How data got Marketing and Sales together – a case study
A MarketingSherpa case study on corporate online security and network optimization company Blue Coat serves as a prime example of Marketing and Sales getting into alignment. The case study covered a lead generation campaign designed to leverage technology to obtain a large amount of data at the time of lead gen and then utilize business intelligence, segmentation and lead scoring to make use of that data throughout the sales pipeline.
The campaign was a success, increasing the contact database 11% in 10 months, reducing lead rejection 20% and increasing the volume of marketing-qualified leads 25%. But, according to Manu Kaushik, director of marketing operations for Blue Coat, one unexpected result of the campaign was an increase in Marketing/Sales alignment.

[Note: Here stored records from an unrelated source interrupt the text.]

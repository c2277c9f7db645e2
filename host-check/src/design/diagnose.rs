//! Which single part explains a board's measured hold and turn-on latency.
//!
//! Hold and latency both scale with C; the discharge resistor and the falling
//! threshold move only the hold, the charge path (driver, charge resistor)
//! only the latency; the supply, the diode and a plain input's threshold move
//! both, each in its own proportion. So for each part in turn the `f64`
//! reference finds the one value that best reproduces the two measurements
//! together (a scan over the part's plausible range, then a golden-section
//! refinement), and the parts are ranked by how far their best fit still
//! misses — in units of the scatter a healthy board shows (the fixture
//! corners' spread, and the latency's timing resolution). The firmware
//! carries the cheap half of this as its hint (`Hint::from_times`); this is
//! the full one, for the host tools.
//!
//! The resistor's and the capacitor's implied values are given beside the
//! nearest IEC 60063 value of the part's series (the series its tolerance
//! belongs to, or the next coarser one that holds the nominal value).

use serde::Serialize;

use crate::design::window::corner_times;
use crate::fmt::si;
use crate::reference::{self, DiodeF, StageF};
use crate::stage::eseries::{Series, ALL};
use crate::stage::file::{Purpose, StageFile};
use crate::Error;

/// A part (or a property of the circuit) a diagnosis can blame.
#[derive(Debug, Clone, Copy, PartialEq, Eq, Serialize)]
#[serde(rename_all = "kebab-case")]
pub enum Part {
    /// The discharge resistor R, Ω.
    Resistor,
    /// The capacitor C, F.
    Capacitor,
    /// The charge path: driver output and charge resistor together, Ω.
    ChargePath,
    /// The diode: its drop (V) or its saturation current (A).
    Diode,
    /// The supply, V (the input's thresholds follow it).
    Supply,
    /// A plain input's switching point, V.
    Threshold,
    /// A Schmitt input's rising threshold, V.
    RiseThreshold,
    /// A Schmitt input's falling threshold, V.
    FallThreshold,
}

impl Part {
    /// Its name in reports.
    #[must_use]
    pub const fn name(self) -> &'static str {
        match self {
            Part::Resistor => "R",
            Part::Capacitor => "C",
            Part::ChargePath => "charge path",
            Part::Diode => "diode",
            Part::Supply => "supply",
            Part::Threshold => "input threshold",
            Part::RiseThreshold => "rising threshold",
            Part::FallThreshold => "falling threshold",
        }
    }
}

/// A preferred value: the series and the value in SI units.
#[derive(Debug, Clone, PartialEq, Serialize)]
pub struct Preferred {
    /// The IEC 60063 series ("E6", "E24" …).
    pub series: String,
    /// The value, SI units.
    pub value: f64,
}

/// One part's best explanation of the measurements.
#[derive(Debug, Clone, PartialEq, Serialize)]
pub struct Suspect {
    /// The part.
    pub part: Part,
    /// The value it would need, SI units (`unit`).
    pub value: f64,
    /// Its nominal value, SI units.
    pub nominal: f64,
    /// The unit of `value` and `nominal`.
    pub unit: &'static str,
    /// The hold with that value, s.
    pub hold_s: f64,
    /// The turn-on latency with that value, s.
    pub on_s: f64,
    /// How far the fit still misses: the sum of the squared misses of hold
    /// and latency, each in units of a healthy board's scatter (0: exact).
    pub misfit: f64,
    /// For R and C: the nearest value of the part's series.
    pub nearest: Option<Preferred>,
    /// The best value lies at an end of the part's range (a thousandth or a
    /// thousand times nominal for R and C): the part is open or shorted
    /// rather than of another value.
    pub at_range_end: bool,
}

/// What the measurements point at.
#[derive(Debug, Clone, PartialEq, Serialize)]
#[serde(rename_all = "kebab-case", tag = "kind", content = "parts")]
pub enum Finding {
    /// The board measures like a healthy one: no part needs to be off.
    Healthy,
    /// One part explains both measurements clearly better than any other.
    Named(Part),
    /// Several parts explain them about equally well (within 2 scatter units).
    Ambiguous(Vec<Part>),
    /// No single part explains both (the best still misses by more than 5
    /// scatter units): two faults, or one this model does not know.
    Unexplained,
}

/// The diagnosis of one board.
#[derive(Debug, Clone, PartialEq, Serialize)]
pub struct Diagnosis {
    /// Measured hold, s.
    pub hold_s: f64,
    /// Measured turn-on latency, s (none: the hold alone).
    pub on_s: Option<f64>,
    /// The scatter of a healthy board: σ of ln(hold) and of ln(latency).
    pub scatter: (f64, f64),
    /// What the measurements point at.
    pub finding: Finding,
    /// Every part's best fit, best first.
    pub suspects: Vec<Suspect>,
}

/// Misfit within which two parts explain the board equally well (2 σ²).
const TIE: f64 = 4.0;
/// Misfit above which no part explains the board (5 σ²).
const UNEXPLAINED: f64 = 25.0;
/// Scan points per part.
const SCAN: usize = 121;

/// How one part is varied: its nominal value, range, and how a value is set.
struct Knob {
    part: Part,
    unit: &'static str,
    nominal: f64,
    lo: f64,
    hi: f64,
    log: bool,
    set: fn(&mut StageF, f64, &StageF),
}

fn knobs(s: &StageF, schmitt: bool) -> Vec<Knob> {
    let mut k = vec![
        Knob {
            part: Part::Resistor,
            unit: "Ω",
            nominal: s.r,
            lo: s.r * 1e-3,
            hi: s.r * 1e3,
            log: true,
            set: |s, v, _| s.r = v,
        },
        Knob {
            part: Part::Capacitor,
            unit: "F",
            nominal: s.c,
            lo: s.c * 1e-3,
            hi: s.c * 1e3,
            log: true,
            set: |s, v, _| s.c = v,
        },
    ];
    let path = s.ro + s.rch;
    k.push(Knob {
        part: Part::ChargePath,
        unit: "Ω",
        nominal: path,
        lo: (path * 1e-3).max(0.01),
        hi: path.max(1.0) * 1e4,
        log: true,
        set: |s, v, n| {
            let total = n.ro + n.rch;
            if total > 0.0 {
                s.ro = v * n.ro / total;
                s.rch = v * n.rch / total;
            } else {
                s.ro = v;
            }
        },
    });
    k.push(match s.diode {
        DiodeF::Drop(d) => Knob {
            part: Part::Diode,
            unit: "V",
            nominal: d,
            lo: 0.0,
            hi: 2.0,
            log: false,
            set: |s, v, _| s.diode = DiodeF::Drop(v),
        },
        DiodeF::Junction { is, .. } => Knob {
            part: Part::Diode,
            unit: "A",
            nominal: is,
            lo: is * 1e-4,
            hi: is * 1e4,
            log: true,
            set: |s, v, _| {
                if let DiodeF::Junction { is, .. } = &mut s.diode {
                    *is = v;
                }
            },
        },
    });
    k.push(Knob {
        part: Part::Supply,
        unit: "V",
        nominal: s.vdd,
        lo: s.vdd * 0.3,
        hi: s.vdd * 2.0,
        log: true,
        set: |s, v, n| {
            s.vdd = v;
            s.rise = n.rise * v / n.vdd;
            s.fall = n.fall * v / n.vdd;
        },
    });
    let (lo, hi) = (s.vdd * 0.02, s.vdd * 0.98);
    if schmitt {
        // A Schmitt input keeps its hysteresis: the rising threshold above the falling one.
        k.push(Knob {
            part: Part::RiseThreshold,
            unit: "V",
            nominal: s.rise,
            lo: s.fall * 1.001,
            hi,
            log: false,
            set: |s, v, _| s.rise = v,
        });
        k.push(Knob {
            part: Part::FallThreshold,
            unit: "V",
            nominal: s.fall,
            lo,
            hi: s.rise * 0.999,
            log: false,
            set: |s, v, _| s.fall = v,
        });
    } else {
        k.push(Knob {
            part: Part::Threshold,
            unit: "V",
            nominal: s.rise,
            lo,
            hi,
            log: false,
            set: |s, v, n| {
                // A plain input's one switching point moves both thresholds alike.
                s.rise = v + (n.rise - n.fall) / 2.0;
                s.fall = v - (n.rise - n.fall) / 2.0;
            },
        });
    }
    k
}

/// The two measurements and their scatter, with the cost of a prediction.
struct Target {
    hold_s: f64,
    on_s: Option<f64>,
    sigma_hold: f64,
    sigma_on: f64,
    resolution_s: f64,
}

impl Target {
    fn misfit(&self, s: &StageF) -> Option<(f64, f64, f64)> {
        let e = reference::evaluate(s).ok()?;
        if !(e.hold.is_finite() && e.hold > 0.0) {
            return None;
        }
        let mut m = ((e.hold / self.hold_s).ln() / self.sigma_hold).powi(2);
        if let Some(on) = self.on_s {
            // Below the resolution a latency reads as half of it.
            let floor = self.resolution_s / 2.0;
            let (meas, pred) = (on.max(floor), e.on_latency.max(floor));
            let sigma = self.sigma_on.hypot(self.resolution_s / meas);
            m += ((pred / meas).ln() / sigma).powi(2);
        }
        Some((m, e.hold, e.on_latency))
    }
}

/// The best value of one part: a scan, then a golden-section search
/// around the best scan point.
fn fit(knob: &Knob, nominal: &StageF, target: &Target) -> Option<Suspect> {
    let at = |x: f64| if knob.log { x.exp() } else { x };
    let (a, b) = if knob.log { (knob.lo.ln(), knob.hi.ln()) } else { (knob.lo, knob.hi) };
    let cost = |x: f64| {
        let mut s = *nominal;
        (knob.set)(&mut s, at(x), nominal);
        target.misfit(&s)
    };
    let step = (b - a) / (SCAN - 1) as f64;
    let mut best: Option<(f64, f64)> = None;
    for i in 0..SCAN {
        let x = a + step * i as f64;
        if let Some((m, ..)) = cost(x) {
            if best.is_none_or(|(_, bm)| m < bm) {
                best = Some((x, m));
            }
        }
    }
    let (x0, _) = best?;
    let (mut lo, mut hi) = ((x0 - step).max(a), (x0 + step).min(b));
    let g = (5f64.sqrt() - 1.0) / 2.0;
    let value = |x: f64| cost(x).map_or(f64::INFINITY, |c| c.0);
    for _ in 0..60 {
        let (c, d) = (hi - g * (hi - lo), lo + g * (hi - lo));
        if value(c) < value(d) {
            hi = d;
        } else {
            lo = c;
        }
    }
    let x = (lo + hi) / 2.0;
    let at_range_end = (x - a).abs() < step || (b - x).abs() < step;
    let (x, (misfit, hold_s, on_s)) = match (cost(x), cost(x0)) {
        (Some(c), Some(c0)) if c.0 <= c0.0 => (x, c),
        (_, Some(c0)) => (x0, c0),
        (Some(c), None) => (x, c),
        (None, None) => return None,
    };
    Some(Suspect {
        part: knob.part,
        value: at(x),
        nominal: knob.nominal,
        unit: knob.unit,
        hold_s,
        on_s,
        misfit,
        nearest: None,
        at_range_end,
    })
}
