impl FleetTally {
    /// A collector; `setups` let records without a deviation be converted.
    #[must_use]
    pub fn new(setups: &HashMap<i64, Setup>) -> FleetTally {
        FleetTally {
            units: BTreeMap::new(),
            stages: HashMap::new(),
            setups: setups.clone(),
            used: 0,
            skipped: 0,
            without_stage: 0,
        }
    }

    /// Adds one measurement (records without a deviation or a way to compute one are counted as skipped).
    pub fn add(&mut self, station: &str, measured_ms: i64, r: &Record, setup_id: Option<i64>) {
        let setups = &self.setups;
        let stage = setup_id
            .map(|id| self.stages.entry(id).or_insert_with(|| setups.get(&id).and_then(setup_stage)))
            .and_then(|s| s.as_ref());
        match deviation_ppm(r, stage) {
            Ok(d) => {
                self.used += 1;
                let key = (station.to_owned(), r.unit_id);
                let e = match self.units.get_mut(&key) {
                    Some(e) => e,
                    None => self.units.entry(key).or_default(),
                };
                e.0.add(measured_ms, r.seq, d);
                e.1.push((measured_ms, 1.0 + f64::from(d) * 1e-6));
            }
            Err(why) => {
                self.skipped += 1;
                if why == NoPoint::WithoutStage {
                    self.without_stage += 1;
                }
            }
        }
    }

    /// Adds a unit's sums the store kept, with its skipped records (no
    /// points: its chart is drawn from points given with [`FleetTally::add_points`]).
    pub fn add_unit(&mut self, station: &str, unit: u32, sums: &UnitSums) {
        self.used += sums.n;
        self.skipped += sums.skipped;
        self.without_stage += sums.without_stage;
        if sums.n > 0 {
            self.units.entry((station.to_owned(), unit)).or_default().0.merge(sums);
        }
    }

    /// Gives a unit added by [`FleetTally::add_unit`] its points, `(ms, C/C_nominal)`, for the chart.
    pub fn add_points(&mut self, station: &str, unit: u32, pts: Vec<(i64, f64)>) {
        if let Some(e) = self.units.get_mut(&(station.to_owned(), unit)) {
            e.1 = pts;
        }
    }

    /// Fits every unit.
    #[must_use]
    pub fn finish(self, limit_ratio: f64, horizon_months: u32) -> FleetReport {
        let now_ms = self.units.values().filter(|u| u.0.n > 0).map(|u| u.0.last_ms).max().unwrap_or(0);
        self.finish_at(limit_ratio, horizon_months, now_ms)
    }

    /// Fits every unit, with "now" (the horizon's start) given: the last
    /// measurement of a larger fleet these units belong to, ms.
    #[must_use]
    pub fn finish_at(self, limit_ratio: f64, horizon_months: u32, now_ms: i64) -> FleetReport {
        let horizon_ms = now_ms + (f64::from(horizon_months) / 12.0 * YEAR_MS) as i64;
        let mut units = Vec::with_capacity(self.units.len());
        for ((station, unit), (sums, mut pts)) in self.units {
            pts.sort_by_key(|p| p.0);
            units.push(trend(station, unit, &sums, &pts, limit_ratio, horizon_ms));
        }
        let mut rates: Vec<f64> = units.iter().filter_map(|u| u.rate_pct_per_year).collect();
        rates.sort_by(f64::total_cmp);
        let q = |p: f64| rates.get(((rates.len() - 1) as f64 * p).round() as usize).copied().unwrap_or(f64::NAN);
        let rate_percentiles = (!rates.is_empty()).then(|| (q(0.1), q(0.5), q(0.9)));
        FleetReport {
            limit_ratio,
            horizon_months,
            now_ms,
            units,
            records_used: self.used,
            records_skipped: self.skipped,
            skipped_without_stage: self.without_stage,
            rate_percentiles,
        }
    }
}

/// The least-squares line `C/C_nominal = a + b·x` (`x` in years after
/// `first_ms`) of a unit's exact sums: the centred sums are exact integers
/// ([`UnitSums::centred`]), only their quotients are floating point, so the
/// fit does not depend on the order or split of the records. `None` with
/// fewer than 3 points, no spread in time, or sums out of range.
#[must_use]
pub fn fit(s: &UnitSums) -> Option<stats::Line> {
    if s.n < 3 {
        return None;
    }
    let (sxx_n, sxy_n, syy_n) = s.centred()?;
    if sxx_n <= 0 {
        return None;
    }
    let nf = s.n as f64;
    // Centred sums in years and ratio units.
    let sxx = sxx_n as f64 / nf / (YEAR_MS * YEAR_MS);
    let sxy = sxy_n as f64 / nf / YEAR_MS * 1e-6;
    let syy = syy_n as f64 / nf * 1e-12;
    let slope = sxy / sxx;
    let t_mean = s.st as f64 / nf;
    let x_mean = (t_mean - s.first_ms as f64) / YEAR_MS;
    let y_mean = 1.0 + s.sd as f64 / nf * 1e-6;
    let intercept = y_mean - slope * x_mean;
    let sse = (syy - sxy * sxy / sxx).max(0.0);
    let s2 = if s.n > 2 { sse / (nf - 2.0) } else { 0.0 };
    Some(stats::Line {
        intercept,
        slope,
        intercept_sd: (s2 * (1.0 / nf + x_mean * x_mean / sxx)).sqrt(),
        slope_sd: (s2 / sxx).sqrt(),
        residual_sd: s2.sqrt(),
        r_squared: if syy > 0.0 { 1.0 - sse / syy } else { 1.0 },
    })
}

/// The trend of one unit from its sums; `pts` (`(ms, C/C_nominal)`,
/// sorted by time; may be empty) only draw its chart.
#[must_use]
pub fn trend(
    station: String,
    unit: u32,
    sums: &UnitSums,
    pts: &[(i64, f64)],
    limit_ratio: f64,
    horizon_ms: i64,
) -> UnitTrend {
    let (t0, t1) = if sums.n > 0 { (sums.first_ms, sums.last_ms) } else { (0, 0) };
    let x = |t: i64| (t - t0) as f64 / YEAR_MS;
    let last_raw = 1.0 + f64::from(sums.last_ppm) * 1e-6;
    let mut u = UnitTrend {
        station,
        unit,
        points: usize::try_from(sums.n).unwrap_or(usize::MAX),
        span_ms: (t0, t1),
        last_ratio: if sums.n > 0 { last_raw } else { f64::NAN },
        rate_pct_per_year: None,
        rate_sd: None,
        scatter_pct: None,
        forecast_ms: None,
        forecast_interval_ms: None,
        status: Status::TooFewMeasurements,
        series: pts.iter().map(|p| (x(p.0), p.1)).collect(),
        line: None,
        t0_ms: t0,
    };
    if u.points < MIN_POINTS || (t1 - t0) < 30 * 86_400_000 {
        return u;
    }
    let Some(l) = fit(sums) else { return u };
    let a = l.intercept;
    if a <= 0.0 {
        return u;
    }
    // Relative to the unit's own commissioning value a: y/a = 1 + (b/a)·x.
    u.line = Some(l);
    u.series = pts.iter().map(|p| (x(p.0), p.1 / a)).collect();
    u.last_ratio = last_raw / a;
    u.rate_pct_per_year = Some(l.slope / a * 100.0);
    u.rate_sd = Some(l.slope_sd / a * 100.0);
    u.scatter_pct = Some(l.residual_sd / a * 100.0);
    let x_last = x(t1);
    if 1.0 + l.slope / a * x_last <= limit_ratio {
        u.status = Status::BeyondLimit;
    } else if l.slope >= -2.0 * l.slope_sd {
        u.status = Status::NoSignificantLoss;
        return u;
    } else {
        u.status = Status::Aging;
    }
    // x₀ = (L − 1)·a/b; delta method with cov(a, b) = −x̄·var b.
    let (b, g) = (l.slope, limit_ratio - 1.0);
    let x0 = g * a / b;
    let xbar = (sums.st as f64 / sums.n as f64 - t0 as f64) / YEAR_MS;
    let (var_a, var_b) = (l.intercept_sd * l.intercept_sd, l.slope_sd * l.slope_sd);
    let (da, db) = (g / b, -g * a / (b * b));
    let var_x0 = da * da * var_a + db * db * var_b + 2.0 * da * db * (-xbar * var_b);
    let half = 1.96 * var_x0.max(0.0).sqrt();
    let at = |x: f64| t0 + (x * YEAR_MS) as i64;
    u.forecast_ms = Some(at(x0));
    u.forecast_interval_ms = Some((at(x0 - half), at(x0 + half)));
    if u.status == Status::Aging && at(x0) <= horizon_ms {
        u.status = Status::AtRisk;
    }
    u
}

fn opt(v: Option<f64>, f: impl Fn(f64) -> String) -> String {
    v.map_or_else(|| "–".to_owned(), f)
}

/// The report as text (at most `max_rows` unit rows).
#[must_use]
pub fn render_text(r: &FleetReport, max_rows: usize) -> String {
    let mut o = String::new();
    let count = |s: Status| r.units.iter().filter(|u| u.status == s).count();
    let _ = writeln!(
        o,
        "Fleet aging — {} units, {} measurements (last {}), end-of-life limit C/C₀ = {:.2}",
        r.units.len(),
        r.records_used,
        time::date_of(r.now_ms),
        r.limit_ratio
    );
    if r.skipped_without_stage > 0 {
        let _ = writeln!(
            o,
            "  {} records carry no capacitance deviation and no stage file is stored for them to compute one: \
             store their setup with --stage when listening or ingesting",
            r.skipped_without_stage
        );
    }
    if r.records_skipped > r.skipped_without_stage {
        let _ = writeln!(
            o,
            "  {} records without a hold or deviation were skipped",
            r.records_skipped - r.skipped_without_stage
        );
    }
    if let Some((a, b, c)) = r.rate_percentiles {
        let _ = writeln!(o, "  capacitance change per year: p10 {a:+.2} %, median {b:+.2} %, p90 {c:+.2} %");
    }
    let _ = writeln!(
        o,
        "  beyond limit {}, at risk within {} months {}, aging {}, no significant loss {}, too few measurements {}",
        count(Status::BeyondLimit),
        r.horizon_months,
        count(Status::AtRisk),
        count(Status::Aging),
        count(Status::NoSignificantLoss),
        count(Status::TooFewMeasurements)
    );
    let _ = writeln!(
        o,
        "\n  {:<12} {:>8} {:>6} {:>9} {:>16} {:>9}  {:<11} {:<25}  status",
        "fleet", "unit", "points", "C/C₀ now", "rate %/yr ±2σ", "scatter", "forecast", "95 % interval"
    );
    let mut shown: Vec<&UnitTrend> = r.units.iter().collect();
    shown.sort_by_key(|u| (status_rank(u.status), u.forecast_ms.unwrap_or(i64::MAX)));
    for u in shown.iter().take(max_rows) {
        let _ = writeln!(
            o,
            "  {:<12} {:>8} {:>6} {:>9.4} {:>16} {:>9}  {:<11} {:<25}  {}",
            u.station,
            u.unit,
            u.points,
            u.last_ratio,
            match (u.rate_pct_per_year, u.rate_sd) {
                (Some(a), Some(s)) => format!("{a:+.2} ± {:.2}", 2.0 * s),
                _ => "–".into(),
            },
            opt(u.scatter_pct, |s| format!("{s:.2} %")),
            u.forecast_ms.map_or_else(|| "–".into(), time::date_of),
            u.forecast_interval_ms
                .map_or_else(|| "–".into(), |(a, b)| format!("{} … {}", time::date_of(a), time::date_of(b))),
            u.status.name()
        );
    }
    if shown.len() > max_rows {
        let _ = writeln!(o, "  … {} more units", shown.len() - max_rows);
    }
    o
}

const fn status_rank(s: Status) -> u8 {
    match s {
        Status::BeyondLimit => 0,
        Status::AtRisk => 1,
        Status::Aging => 2,
        Status::NoSignificantLoss => 3,
        Status::TooFewMeasurements => 4,
    }
}

/// All units' ratios over time, at-risk and beyond-limit units in colour.
#[must_use]
pub fn fleet_svg(r: &FleetReport) -> String {
    let mut sorted: Vec<&UnitTrend> = r.units.iter().collect();
    sorted.sort_by_key(|u| std::cmp::Reverse(status_rank(u.status)));
    let mut labelled = [false; 3];
    let series: Vec<Series> = sorted
        .into_iter()
        .map(|u| {
            let (ink, k, what) = match u.status {
                Status::BeyondLimit => (Ink::Limit, 0, "beyond the limit"),
                Status::AtRisk => (Ink::Warn, 1, "at risk"),
                _ => (Ink::Muted, 2, "other units"),
            };
            let first = !std::mem::replace(&mut labelled[k], true);
            let step = (u.series.len() / 200).max(1);
            Series {
                points: u.series.iter().step_by(step).map(|&(x, y)| (u.at(x), y)).collect(),
                ink,
                dots: false,
                label: first.then(|| what.to_owned()),
            }
        })
        .collect();
    let levels =
        [Mark { at: r.limit_ratio, label: format!("end of life C/C₀ = {:.2}", r.limit_ratio), ink: Ink::Limit }];
    chart::trend(&Trend {
        title: "Fleet: capacitance ratio C/C₀ over time",
        y_desc: "C/C₀, temperature-compensated",
        series: &series,
        levels: &levels,
        bands: &[],
    })
}

/// Histogram of the fleet's rates.
#[must_use]
pub fn rates_svg(r: &FleetReport) -> Option<String> {
    let rates: Vec<f64> = r.units.iter().filter_map(|u| u.rate_pct_per_year).collect();
    let lo = rates.iter().copied().fold(f64::INFINITY, f64::min);
    let hi = rates.iter().copied().fold(f64::NEG_INFINITY, f64::max);
    if !lo.is_finite() {
        return None;
    }
    let (lo, hi) = if hi > lo { (lo, hi) } else { (lo - 1.0, hi + 1.0) };
    let mut bins = vec![0u64; 40];
    for v in &rates {
        let k = (((v - lo) / (hi - lo)) * 40.0).floor().clamp(0.0, 39.0) as usize;
        if let Some(b) = bins.get_mut(k) {
            *b += 1;
        }
    }
    let marks: Vec<Mark> = r
        .rate_percentiles
        .map(|(_, m, _)| vec![Mark { at: m, label: format!("median {m:+.2} %/yr"), ink: Ink::Centre }])
        .unwrap_or_default();
    Some(chart::histogram(&Histogram {
        title: "Fleet: capacitance change per year",
        quantity: "change of C from commissioning",
        unit: "%/yr",
        lo,
        hi,
        bins: &bins,
        marks: &marks,
    }))
}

"This improved the overall efficiency, and also helped in better aligning the sales and marketing teams because they (Sales) were receiving good, quality leads, and the overall process was much smoother that what it was before," Kaushik told Marketing Sherpa.
Because the teams had to work closely together to define what a sales-qualified lead looked like, the technology challenge of handling all that lead generation data turned Sales and Marketing into a single team. It's clear that through tech, companies can see tangible results that help decrease the disconnect between departments, turn up the communications and as a whole, obtain higher-level objectives from workplace culture to the bottom line.